For many scientists and researchers, the simple answer to this challenge is the use of quantitative data collection techniques. However, our clients who commissioned our projects noticed a serious disadvantage of these methods: low data integrity. Our project sponsors realized that basic data must be accurate. This is especially true when it is necessary to carefully consider the nuances of recorded human experience. We had to capture and observe context behavior — not just ask for a number on a five-point scale — as is often the case with quantitative data collection.
Behavior capture is the privilege of user experience and requires rigorous testing and formal protocols. We have learned that User Experience is extremely capable of collecting and coding these data elements thanks to our research methods and specialist knowledge in understanding and coding human behavior.

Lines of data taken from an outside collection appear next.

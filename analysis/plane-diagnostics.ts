import { type PlaneSolution, measureExtent } from './plane-solution';
import { solveCarefully } from './plane-solve-careful';
import type { QuickPlane } from './plane-solve-quick';
import type { PlanePoint, PointFit } from './types';

/** A point nearer than this to leverage 1 decides its own fitted value: nothing is left over to judge it by. */
const OWN_FIT = 1e-24;

/** Symmetric hat matrix entry √(wi·wj)·(1/W + pi·pj/Spp + qi·qj/Sqq). */
function hat(points: readonly PlanePoint[], s: PlaneSolution, i: number, j: number): number {
  const along = s.sumPP > 0 ? ((s.p[i] ?? 0) * (s.p[j] ?? 0)) / s.sumPP : 0;
  const across = s.sumQQ > 0 ? ((s.q[i] ?? 0) * (s.q[j] ?? 0)) / s.sumQQ : 0;
  return Math.sqrt((points[i]?.weight ?? 1) * (points[j]?.weight ?? 1)) * (1 / s.totalWeight + along + across);
}

/** 1 − h without the cancellation: the hat matrix is idempotent, so h·(1 − h) = Σ of the squares of the row's other entries. */
function leverageLeft(points: readonly PlanePoint[], s: PlaneSolution, i: number): number {
  let sum = 0;
  for (let j = 0; j < points.length; j += 1) {
    if (j !== i) sum += hat(points, s, i, j) ** 2;
  }
  return sum / hat(points, s, i, i);
}

/**
 * Σwe² of the fit without point i, by fitting without it: the short form SSE − e²/(1 − h) keeps no digits where one bust holds nearly
 * all of SSE. Zero where what is left is rounding noise.
 */
function deletedSum(points: readonly PlanePoint[], i: number): number {
  const others = points.filter((_, j) => j !== i);
  return solveCarefully(others, measureExtent(others)).sumEE;
}

/** Internally studentized residual, the external one and Cook's distance; `left` = 1 − leverage. */
interface Studentized {
  internal: number | null;
  external: number | null;
  cooks: number | null;
}

function studentize(points: readonly PlanePoint[], s: PlaneSolution, i: number, leverage: number, left: number): Studentized {
  const df = points.length - s.rank;
  if (df < 1 || s.sumEE === 0 || left === 0) return { internal: null, external: null, cooks: null };
  const weighted = Math.sqrt(points[i]?.weight ?? 1) * (s.residuals[i] ?? 0);
  const internal = weighted / Math.sqrt((s.sumEE / df) * left);
  const cooks = (internal * internal * leverage) / (s.rank * left);
  const remaining = df - internal * internal;
  if (df === 1) return { internal, external: null, cooks };
  if (remaining > 1e-3 * df) return { internal, external: internal * Math.sqrt((df - 1) / remaining), cooks };
  const without = deletedSum(points, i);
  return { internal, external: without === 0 ? null : weighted / Math.sqrt((without / (df - 1)) * left), cooks };
}

/**
 * Everything the contract says of each point, from a careful solution. Null where undefined: no degree of freedom left, an exact fit,
 * or a point that decides its own fitted value.
 * Source: Belsley, Kuh & Welsch, Regression Diagnostics (1980), ch. 2 (from memory); R's hatvalues, rstandard, rstudent, cooks.distance.
 */
export function carefulPointFits(points: readonly PlanePoint[], s: PlaneSolution): PointFit[] {
  return points.map((point, i) => {
    const own = Math.min(1, hat(points, s, i, i));
    const near = own > 0.9 ? leverageLeft(points, s, i) : 1 - own;
    const left = near < OWN_FIT ? 0 : near;
    const residual = left === 0 ? 0 : (s.residuals[i] ?? 0);
    const leverage = own > 0.9 ? 1 - left : own;
    const { internal, external, cooks } = studentize(points, s, i, leverage, left);
    return {
      id: point.id,
      fitted: point.z - residual,
      residual,
      leverage,
      studentized: internal,
      deletedStudentized: external,
      cooks,
    };
  });
}

/**
 * The same of a quick plane, in one pass of plain arithmetic; null where a point comes so near leverage 1, or holds so much of the whole
 * sum, that digits would be lost.
 */
export function quickPointFits(points: readonly PlanePoint[], plane: QuickPlane): PointFit[] | null {
  const { first, mean, gradientX, gradientY, shear } = plane;
  const byX = plane.pivot === 'x';
  const df = points.length - 3;
  const perVariance = df / plane.sumEE;
  const perRank = 1 / plane.rank;
  const perPP = 1 / plane.sumPP;
  const perQQ = 1 / plane.sumQQ;
  const perWeight = 1 / plane.totalWeight;
  const fits: PointFit[] = [];
  for (let i = 0; i < points.length; i += 1) {
    const point = points[i];
    if (point === undefined) break;
    const x = point.x - first.x - mean.x;
    const y = point.y - first.y - mean.y;
    const residual = point.z - first.z - mean.z - gradientX * x - gradientY * y;
    const along = byX ? x : y;
    const across = (byX ? y : x) - shear * along;
    const weight = point.weight ?? 1;
    const leverage = weight * (perWeight + along * along * perPP + across * across * perQQ);
    const left = 1 - leverage;
    const perLeft = 1 / left;
    const squared = weight * residual * residual * perVariance * perLeft;
    const remaining = df - squared;
    if (left < 1e-3 || (df > 1 && remaining < 1e-5 * df)) return null;
    const size = Math.sqrt(squared);
    const studentized = residual < 0 ? -size : size;
    fits.push({
      id: point.id,
      fitted: point.z - residual,
      residual,
      leverage,
      studentized,
      deletedStudentized: df > 1 ? studentized * Math.sqrt((df - 1) / remaining) : null,
      cooks: squared * leverage * perLeft * perRank,
    });
  }
  return fits;
}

User Experience Measures Behavior
To measure behavior, follow these steps:
- Identify the destination. To create conditions for recording user experiences, you first need to understand what ML researchers really need. What is the goal What is a good sample? What variation between cases is acceptable? What are the basic cases and what are the marginal cases? So if we want to have 10,000 photos of people smiling, is there an objective definition of a smile? Does the crooked smile work? With teeth, without teeth? Which age groups of items? With teeth, without teeth? Facial hair or smooth shaving? Different hairstyles? And so on. Both entry and exit cases are elements that ML researchers must clearly define and to which all parties must agree.
- Collect data. Then schedule data collection. One of the strengths of UX researchers is the ability to create and run large-scale research programs involving people. The experience and knowledge of many ML researchers do not allow a lot of behavioral data to be known personally, effectively and efficiently. However, the practice of user research is primarily about determining the conditions required to obtain objective data. The ability to recruit, obtain facilities, obtain informed consent, instruct participants, and collect, store and transfer data is crucial. In addition, UX researchers can collect all required metadata and attach this data to examples for additional support. Researchers at UX are skilled in sorting, collecting and categorizing data — as demonstrated by a set of skills including qualitative coding and many tools supporting this kind of analysis.
- Make another round of tagging. After the initial data collection, you may need to organize and run a crowdsourcing program, such as Amazon Mechanical Turk, to further improve the collected data. For example, when collecting voice samples on how a person in a noisy cafe can order a delicious, slim, extremely hot, three-round latte, there may be several features that may interest any sample. In such cases, we may employ several researchers or programmers to review each sample, transcribe the samples, and evaluate for transparency and completeness. These encoders would then have to resolve all observed differences to ensure coding purity.
These are just a few of the many reasons why UX researchers are uniquely positioned to bridge the gap between ML scientists and the capture, interpretation, and use of human behavior data sets for integration with AI algorithms. Using User Experience in this domain can help us protect against the limitations of available databases for artificial intelligence and avoid the use of ambiguous, useless or incorrect entries, the restrictions of which may not be obvious, regardless of whether these are: Problems with the data itself or internet works on the algorithm. UX researchers are well placed to help ML researchers gather clean records for training and testing of AI algorithms.